[Source data]
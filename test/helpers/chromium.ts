import { spawnSync } from "node:child_process";
import type { BrowserContext } from "playwright-core";
import { tempDir } from "./buildDemoSite.js";

/** Debian's chromium (apt-get install -y chromium), or "" when it is not installed. */
export const chromiumPath = spawnSync("sh", ["-c", "command -v chromium"], { encoding: "utf8" }).stdout.trim();

/**
 * Headless Chromium driven by playwright-core (headless, no sandbox, no GPU, no background networking), a fresh user-data folder and no
 * downloads: the one way every browser test starts it.
 */
export async function launchChromium(options: { viewport?: { width: number; height: number } } = {}) {
  const { chromium } = await import("playwright-core");
  const context: BrowserContext = await chromium.launchPersistentContext(tempDir("cosmoledger-chromium-"), {
    executablePath: chromiumPath,
    headless: true,
    ...(options.viewport ? { viewport: options.viewport } : {}),
    args: [
      "--headless",
      "--no-sandbox",
      "--disable-gpu",
      "--disable-background-networking",
      "--disable-component-update",
      "--disable-sync",
      "--no-first-run",
    ],
  });
  return context;
}
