// Evaluates one spread's 2,000 draws through the draw pool of the compiled modules (dist/) and prints, as JSON, how
// many draws the helper thread evaluated and a hash of every number and status: for test/spread/spreadCli.test.ts.
import { createHash } from "node:crypto";
import { join } from "node:path";

const dist = join(import.meta.dirname, "../../dist");
const { loadScenario } = await import(join(dist, "scenario/loadScenario.js"));
const { buildTablesDocument } = await import(join(dist, "tables/buildTablesDocument.js"));
const { gridRedshifts } = await import(join(dist, "tables/gridRedshifts.js"));
const { layoutKeysOf } = await import(join(dist, "tables/drawEvaluation.js"));
const { evaluateDraws } = await import(join(dist, "tables/drawPool.js"));
const { spreadDraws } = await import(join(dist, "tables/spreadBands.js"));

const yaml = [
  "title: pool",
  "redshifts: [1]",
  "grid: { points: 40 }",
  "draws: { count: 2000, seed: 5 }",
  "models:",
  "  - { id: m, H0: 70, Omega_m: 0.3, omega_b: 0.0224, spread: { normal: { H0: 1, Omega_m: 0.01 } } }",
  "",
].join("\n");
const s = loadScenario(yaml, "pool.yaml");
const doc = buildTablesDocument(s); // this also starts the helper thread, so that it is idle and ready for the job
const m = s.models[0];
const grid = gridRedshifts(s.grid);
const d = spreadDraws(m.spread, m.id, s.draws.count, s.draws.seed, undefined);
const job = {
  inputs: m.inputs,
  keys: d.keys,
  values: d.values,
  weights: null,
  count: d.count,
  where: { redshifts: s.redshifts, grid, targets: s.targets, surveys: s.surveys },
  layout: layoutKeysOf(doc.models[0], grid.length),
};
const r = evaluateDraws(job, s.redshifts.length + grid.length);
const hash = createHash("sha256")
  .update(new Uint8Array(r.out.buffer))
  .update(new Uint8Array(r.status.buffer))
  .digest("hex");
console.log(JSON.stringify({ helperDraws: r.helperDraws, count: d.count, hash }));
[/Source data]
**Activity**
Using the string "evaluateDraws" as the search term, count the lines of the data above that hold it and report that number alone.

**Exercise solution**
2